Hello dear all!
In short problem is - waiting for kubelet to update.
Installation type - docker, single master, few workers. (Yes, this is a crappy method, but it works quite stably and does not fail surprisingly, and most importantly, it’s as easy as 3 rubles.)
Ubuntu 22.04.5.
Certificates are ok.
Internet - full access.
Rke2, onprem.
Age - 2 years. Initial as far as i remember - 2.7.1 > 2.7.7 > updated to 2.8.0 with kuber successfull.
Now updated to rancher 2.9.3 v1.27.16+rke2r2 conditionally successful. (this rodeo lasted 2 days. facepalm. also not without adventures.)
2.10.2 doesn’t work either, I don’t remember the error, I haven’t bothered to figure it out yet. Now we will talk about 2.9.3.
One day I wanted to find myself an adventure in one place with an attempt to update the version of kubernetis from v1.27.16+rke2r2 to v1.28.15+rke2r1 for example, and what do you think that everything worked out in one go?
NOPE!!!
It’s just stuck on one action - [INFO] [planner] rkecluster fleet-default/clustename: configuring bootstrap node(s) custom-a2e9e76ac87f: waiting for kubelet to update.
a2e9e76ac87f - first node - master in my case.

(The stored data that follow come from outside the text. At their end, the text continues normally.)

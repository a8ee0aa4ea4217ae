import { memberChangeSchema } from "@/lib/club/schemas";
import { requireActor } from "@/server/auth/actor";
import { changeMember } from "@/server/club/members";
import { json, parseJsonBody, route, routeId } from "@/server/http";
import { requireSameOrigin } from "@/server/origin";

type Ctx = { params: Promise<{ id: string }> };

/** Change a member's role or deactivate them (records kept; sessions end at once). */
export const PATCH = route<Ctx>(async (req, ctx) => {
  requireSameOrigin(req);
  const actor = await requireActor(req, "manageMembers", "club");
  const change = await parseJsonBody(req, memberChangeSchema, "member");
  const id = await routeId(ctx, "member", "No such member.");
  return json(changeMember(actor, id, change));
});
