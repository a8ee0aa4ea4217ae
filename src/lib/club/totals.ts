import type { FineBasis } from "../figures/fine-basis";

/**
 * Totals of a set of finds, as every screen, report, export and mail shows them. Fine gold is
 * the sum of each find's figure; its low and high are the sums of each find's worst cases.
 * `figured` counts finds that have a figure (a specimen never weighed has none).
 */
export type Totals = {
  finds: number;
  weightGrams: number;
  fineGrams: number;
  fineLow: number;
  fineHigh: number;
  figured: number;
  mismatched: number;
  byBasis: Partial<Record<FineBasis, number>>;
};

export const NO_TOTALS: Totals = { finds: 0, weightGrams: 0, fineGrams: 0, fineLow: 0, fineHigh: 0, figured: 0, mismatched: 0, byBasis: {} };

export function addTotals(a: Totals, b: Totals): Totals {
  const byBasis = { ...a.byBasis };
  for (const [k, n] of Object.entries(b.byBasis) as [FineBasis, number][]) byBasis[k] = (byBasis[k] ?? 0) + n;
  return {
    finds: a.finds + b.finds,
    weightGrams: a.weightGrams + b.weightGrams,
    fineGrams: a.fineGrams + b.fineGrams,
    fineLow: a.fineLow + b.fineLow,
    fineHigh: a.fineHigh + b.fineHigh,
    figured: a.figured + b.figured,
    mismatched: a.mismatched + b.mismatched,
    byBasis,
  };
}
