def clip_specs(quick: bool) -> dict[str, ClipSpec]:
    n, n4k = (20, 6) if quick else (60, 24)
    return {
        "1080": ClipSpec("1080p25 H.264", 1920, 1080, n, 0.020),
        "1080long": ClipSpec("1080p25 H.264, 4x longer", 1920, 1080, 4 * n, 0.020, pan_frames=round(0.8 * n)),
        "1080lin": ClipSpec("1080p25 H.264, --interpolation linear", 1920, 1080, n, 0.020, interpolation="linear"),
        "4k": ClipSpec("2160p25 H.264 (3840x2160)", 3840, 2160, n4k, 0.028),
        "prores": ClipSpec("1080p25 ProRes 422 HQ 10-bit", 1920, 1080, n, 0.020, codec="prores"),
    }


# -- the two jobs, each run in a child process ----------------------------------------

def encoder_like(out, video, codec: str):
    """An output video stream of ``out`` with ``video``'s size, pixel format and time base,
    and fix's encoder settings for ``codec``."""
    encoder, options = ENCODE[codec]
    stream = out.add_stream(encoder, rate=video.average_rate)
    stream.width, stream.height = video.codec_context.width, video.codec_context.height
    stream.pix_fmt = video.codec_context.pix_fmt
    stream.codec_context.time_base = video.time_base
    stream.options = dict(options)
    return stream


def plain_transcode(source: str, target: str, codec: str, pictures: list | None = None) -> int:
    """Decode every frame and encode it again with the same encoder settings as fix; returns frames.

    ``pictures``: frames already in memory to encode instead of the decoded ones (the floor job):
    the source is still decoded in full, and each picture takes its decoded frame's timestamp.
    Every encoded frame has its picture type cleared, so the encoder chooses its own frame types
    as it does in fix (a frame decoded from an intra-only codec such as FFV1 or ProRes says "I",
    and libx264 obeys: every frame became a keyframe).
    """
    import av
    from av.video.frame import PictureType

    with av.open(source) as inp, av.open(target, "w") as out:
        video = inp.streams.video[0]
        video.thread_type = "SLICE"  # as skewfix's decoder does (skewfix.decode: slice threads only)
        stream = encoder_like(out, video, codec)
        frames = 0
        for frame in inp.decode(video):
            picture = frame if pictures is None else pictures[frames]
            picture.pts, picture.time_base = frame.pts, frame.time_base
            picture.pict_type = PictureType.NONE
            for packet in stream.encode(picture):
                out.mux(packet)
            frames += 1
        for packet in stream.encode():
            out.mux(packet)
    return frames


def floor_job(source: str, pictures_file: str, target: str, codec: str) -> dict:
    """The floor: decode ``source`` and encode fix's corrected pictures with fix's encoder settings.

    The pictures (fix's output, written once losslessly) are decoded into memory first, untimed;
    the reported times start after that.
    """
    import av

    with av.open(pictures_file) as c:
        pictures = list(c.decode(video=0))
    start, cpu = time.perf_counter(), time.process_time()
    frames = plain_transcode(source, target, codec, pictures)
    return {"frames": frames, "seconds": time.perf_counter() - start, "cpu_s": time.process_time() - cpu}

restart agent not helping.
restart server not helping.
reboot not helping.
deleting some pods with help of crictl out of not knowing what else to delete (kube-controller-manager- cloud-controller-manager-) - not helping, even more this action is a little bit fatal.
in - /var/lib/rancher/rke2/agent/containerd/containerd.log - i dont see any critical, looks loke he working, downloading something, doing something and then just hangs.
in - /var/lib/rancher/rke2/agent/logs/kubelet.log - i dont see any critical, looks loke he working, downloading something, doing something and then just hangs.
in - /var/log/syslog - i dont see any critical, looks loke he working, downloading something, doing something and then just hangs.
in - /docker console logs - i dont see any critical, looks loke he working, downloading something, doing something and then just hangs on - waiting for kubelet to update.
Although it is possible that the error appears in the log as warning or info. but the logs are not small, I have no idea what to look for there. The footcloth there is unrealistically huge.
It’s like some job is stuck.
Maybe someone has already gone through this, not necessarily with the specified versions, I tried it on different versions, the same thing.
Maybe someone can tell me & not only me what can be done or deleted or restarted or edited?